Lodging at Montevalle
When I wasn’t eating, in the clinic, or walking, I savored time in my little casita. I had a loft over the sleeping area, a spacious bathroom, and plenty of storage, set tansu-style under the stairway. If I needed anything the room phone offered a link to the concierge. There was a TV and plentiful WiFi. But mostly I indulged in looking out the window and across the valley; taking time to watch the sky change and the light shift across the hillsides. It was hard to leave my room!
I’ve seen the Valle evolve over ten years of visits for winery meals, tasting tours, and seafood festivals. Another benefit of this road trip with friends is stopping to admire the variety of architectural styles. I’ve always felt welcome and have welcomed others to join me on road trips with friends across the border. The Montevalle Wellness Resort is a brilliant addition as a stand-alone trip or incorporated into an itinerary full of Baja Norte’s many treasures.

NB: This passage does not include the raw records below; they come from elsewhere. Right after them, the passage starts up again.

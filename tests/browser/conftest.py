"""Headless Chromium (Debian's package, driven by Playwright) against the live server.

Under CI=true these must run; elsewhere they skip when /usr/bin/chromium is missing.
Screenshots go to test-artifacts/ for a person to look at.
"""

import os
import pathlib

import pytest

# The platform fixtures (users, team, detector, split, run_tasks, worker) serve here too.
from tests.platform.conftest import *  # noqa: F403
from tests.platform.test_worker import worker  # noqa: F401

CHROMIUM = "/usr/bin/chromium"
ARTIFACTS = pathlib.Path(__file__).resolve().parents[2] / "test-artifacts"

BROWSER_MARKS = [
    pytest.mark.django_db(transaction=True),
    pytest.mark.skipif(
        not os.path.exists(CHROMIUM) and os.environ.get("CI") != "true",
        reason="Debian's chromium is not installed (.ci/run installs it)",
    ),
]


@pytest.fixture(scope="module")
def browser():
    playwright = pytest.importorskip("playwright.sync_api")
    # Playwright's sync API keeps an event loop in this thread; the ORM calls of the
    # test itself are still synchronous (Django's docs on async safety).
    os.environ["DJANGO_ALLOW_ASYNC_UNSAFE"] = "true"
    with playwright.sync_playwright() as p:
        chromium = p.chromium.launch(
            executable_path=CHROMIUM,
            args=[
                "--no-sandbox",
                "--disable-gpu",
                "--disable-quic",
                "--no-first-run",
                "--disable-background-networking",
                "--disable-component-update",
                "--disable-sync",
            ],
        )
        yield chromium
        chromium.close()
    del os.environ["DJANGO_ALLOW_ASYNC_UNSAFE"]


def signed_in(browser, live_server, username):
    """A page of a new 1280 px context, signed in as ``username`` (password pw-<name>)."""
    context = browser.new_context(viewport={"width": 1280, "height": 900})
    page = context.new_page()
    page.goto(f"{live_server.url}/login/")
    page.fill("#id_username", username)
    page.fill("#id_password", f"pw-{username}")
    page.click("button[type=submit]")
    return page


@pytest.fixture
def page(browser, live_server, users, flushable):
    page = signed_in(browser, live_server, "lead")
    yield page
    page.context.close()


def shot(page, name):
    """A full-page screenshot; a page taller than Chromium captures gets its first 6000 px."""
    ARTIFACTS.mkdir(exist_ok=True)
    height = page.evaluate("document.documentElement.scrollHeight")
    width = page.viewport_size["width"]
    page.screenshot(
        path=str(ARTIFACTS / f"{name}.png"),
        full_page=True,  # a clip without it stops at the viewport's bottom
        clip=None if height <= 6000 else {"x": 0, "y": 0, "width": width, "height": 6000},
    )
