def normalise_config(raw: dict, path=None) -> dict:
    """Check every key of a simulator config (dict as read from TOML) and fill the defaults.

    Returns a new dict; InputError (naming ``path``) for an unknown key or a bad value.
    Idempotent: a normalised config passes through unchanged.
    """
    if not isinstance(raw, dict):
        raise InputError("simulator config must be a table", path)
    if raw.get(_NORMALISED):
        return raw
    unknown = sorted(set(raw) - TOP_KEYS)
    if unknown:
        raise InputError(f"unknown key '{unknown[0]}' (known: {', '.join(sorted(TOP_KEYS))})", path)
    cfg: dict = {"seed": _num(raw.get("seed", 1), "seed", path, nonneg=True, integer=True)}
    for sect, defaults in SECTIONS.items():
        given = raw.get(sect, {})
        if not isinstance(given, dict):
            raise InputError(f"[{sect}] must be a table", path)
        bad = sorted(set(given) - set(defaults))
        if bad:
            raise InputError(f"[{sect}]: unknown key '{bad[0]}' (known: {', '.join(defaults)})", path)
        cfg[sect] = {**defaults, **given}
    for sect, key in (("chamber", "range_m"), ("sweep", "start_ghz"), ("sweep", "stop_ghz"), ("sweep", "points")):
        if cfg[sect][key] is None:
            raise InputError(f"[{sect}]: '{key}' is required", path)
    for sect, defaults in SECTIONS.items():
        for key, value in cfg[sect].items():
            if key in ("name", "prototype", "version") and not isinstance(value, str):
                raise InputError(f"[{sect}]: '{key}' must be a string", path)
            if key == "date" and value is not None and not isinstance(value, _dt.date):
                raise InputError(f"[{sect}]: 'date' must be a TOML date such as 2026-11-20", path)
            if key == "truth" and not isinstance(value, bool):
                raise InputError(f"[{sect}]: 'truth' must be true or false", path)
            if isinstance(defaults.get(key), float) or key in ("range_m", "start_ghz", "stop_ghz"):
                if value is not None:
                    cfg[sect][key] = _num(value, f"[{sect}] {key}", path, off_ok=key.startswith("level_"))
    ch, sw = cfg["chamber"], cfg["sweep"]
    _num(ch["range_m"], "[chamber] range_m", path, positive=True)
    _num(ch["offset_m"], "[chamber] offset_m", path, nonneg=True)
    _num(sw["start_ghz"], "[sweep] start_ghz", path, positive=True)
    sw["points"] = _num(sw["points"], "[sweep] points", path, integer=True)
    sw["ports"] = _num(sw["ports"], "[sweep] ports", path, integer=True)
    if sw["points"] < 2 or sw["stop_ghz"] <= sw["start_ghz"]:
        raise InputError("[sweep]: need points >= 2 and stop_ghz > start_ghz", path)
    if sw["ports"] not in (1, 2):
        raise InputError(f"[sweep]: ports must be 1 or 2, got {sw['ports']}", path)
    cfg["output"]["digits"] = _num(cfg["output"]["digits"], "[output] digits", path, integer=True)
    if cfg["output"]["version"] not in ("1.0", "2.0", "2.1"):
        raise InputError("[output]: version must be 1.0, 2.0 or 2.1", path)
    for key in ("ripple_period_ghz",):
        _num(cfg["system"][key], f"[system] {key}", path, positive=True)
    for key in ("amplitude_db", "phase_deg", "length_m"):
        _num(cfg["drift"][key], f"[drift] {key}", path, nonneg=True)
    _num(cfg["coupling"]["range_m"], "[coupling] range_m", path, nonneg=True)
    _num(cfg["support"]["change"], "[support] change", path, nonneg=True)
    if cfg["support"]["range_m"] is None:
        cfg["support"]["range_m"] = ch["range_m"]
    _num(cfg["support"]["range_m"], "[support] range_m", path, positive=True)
    pols = raw.get("polarizations", ["HH", "VV"])
    if not isinstance(pols, list) or not pols or not all(isinstance(p, str) and p.upper() in POLARIZATIONS for p in pols):
        raise InputError("polarizations must be a non-empty list of HH, VV, HV, VH", path)
    cfg["polarizations"] = list(dict.fromkeys(p.upper() for p in pols))
    cfg["angles"] = _angle_list(cfg["angles"], "[angles]", path)
    if "arm" in raw:
        from . import simulate_arm
        cfg["arm"] = simulate_arm.normalise_arm(raw["arm"], path, _angle_list)
    else:
        cfg["arm"] = None
    clutter = raw.get("clutter", [])
    if not isinstance(clutter, list):
        raise InputError("clutter must be an array of tables [[clutter]] with range_m, level_dbsm", path)
    cfg["clutter"] = []
    for i, c in enumerate(clutter):
        if not isinstance(c, dict) or set(c) != {"range_m", "level_dbsm"}:
            raise InputError(f"clutter #{i + 1} needs exactly the keys range_m and level_dbsm", path)
        cfg["clutter"].append({"range_m": _num(c["range_m"], f"clutter #{i + 1} range_m", path, positive=True),
                               "level_dbsm": _num(c["level_dbsm"], f"clutter #{i + 1} level_dbsm", path, off_ok=True)})
    for sect in PASSTHROUGH:
        if sect in raw and not isinstance(raw[sect], dict):
            raise InputError(f"[{sect}] must be a table", path)
        cfg[sect] = dict(raw.get(sect, {}))
    targets = raw.get("target", [])
    if not isinstance(targets, list) or not targets:
        raise InputError("no [[target]] defined", path)
    cfg["target"] = [_normalise_target(t, i, cfg, path) for i, t in enumerate(targets)]
    names = [t["name"] for t in cfg["target"]]
    if len(set(names)) != len(names):
        raise InputError("duplicate target name", path)
    by_name = {t["name"]: t for t in cfg["target"]}
    backgrounds = [t["name"] for t in cfg["target"] if t["role"] == "background" and not t["arm"]]
    arm_backgrounds = [t["name"] for t in cfg["target"] if t["role"] == "background" and t["arm"]]
    if not backgrounds:
        raise InputError("no background target (role = \"background\")", path)
    if any(t["arm"] for t in cfg["target"]) and not arm_backgrounds:
        raise InputError("arm targets need an arm background (role = \"background\", arm = true)", path)
    for t in cfg["target"]:
        if t["role"] != "background":
            t.setdefault("background", (arm_backgrounds if t["arm"] else backgrounds)[0])
            if by_name.get(t["background"], {}).get("arm", False) != t["arm"]:
                raise InputError(f"target {t['name']}: background {t['background']!r} is not on the same "
                                 f"{'receiver arm' if t['arm'] else 'monostatic antenna'}", path)
            if by_name.get(t["background"], {}).get("role") != "background":
                raise InputError(f"target {t['name']}: background {t['background']!r} is not a background target", path)
        if "baseline" in t and by_name.get(t["baseline"], {}).get("role") != "subject":
            raise InputError(f"target {t['name']}: baseline {t['baseline']!r} is not a subject", path)
    cfg[_NORMALISED] = True
    return cfg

Tips for a Baja Road Trip with Friends:
- Stay Safe. There’s an old saying about an ounce of prevention and I feel that way whatever country I’m in. Even the US. There are areas of San Diego that I won’t wander through late after dark. Tijuana has those kinds of neighborhoods as well. I also don’t hang out in bars by myself or buy drugs. Yes, bad things can happen anywhere but as an experienced traveler, I work to keep the odds in my favor. Trust your instincts and then enjoy the experience.
- Get insurance online or at one of the kiosks along the border in the US. Accidents are handled very differently that in the States. I have been on many a road trip with friends but have never been stopped by the police or in an accident. However, there are many stories among my acquaintances. Bring cash in small bills and don’t be shocked if offering $10 or $20 makes whatever reason you have been stopped move along quickly.
- Apply for a SENTRI Pass. Not everyone is eligible for a SENTRI Pass or has registered their car for the pass as well. I admit to being fortunate in the Passport category (I’m a US Citizen) but when I began walking across or getting a shuttle across the border to visit dental clinics the pass became a necessity. Walking across the border may involve hours of waiting in line. It’s unpredictable. I applied for the pass about six years ago and then renewed it. Thus, I can cross more quickly and drive the faster SENTRI lanes back into the US. It makes taking a road trip with friends easier too. If they don’t have a Pass, I drop them off to walk across, then drive my empty car into the US and pick them up there.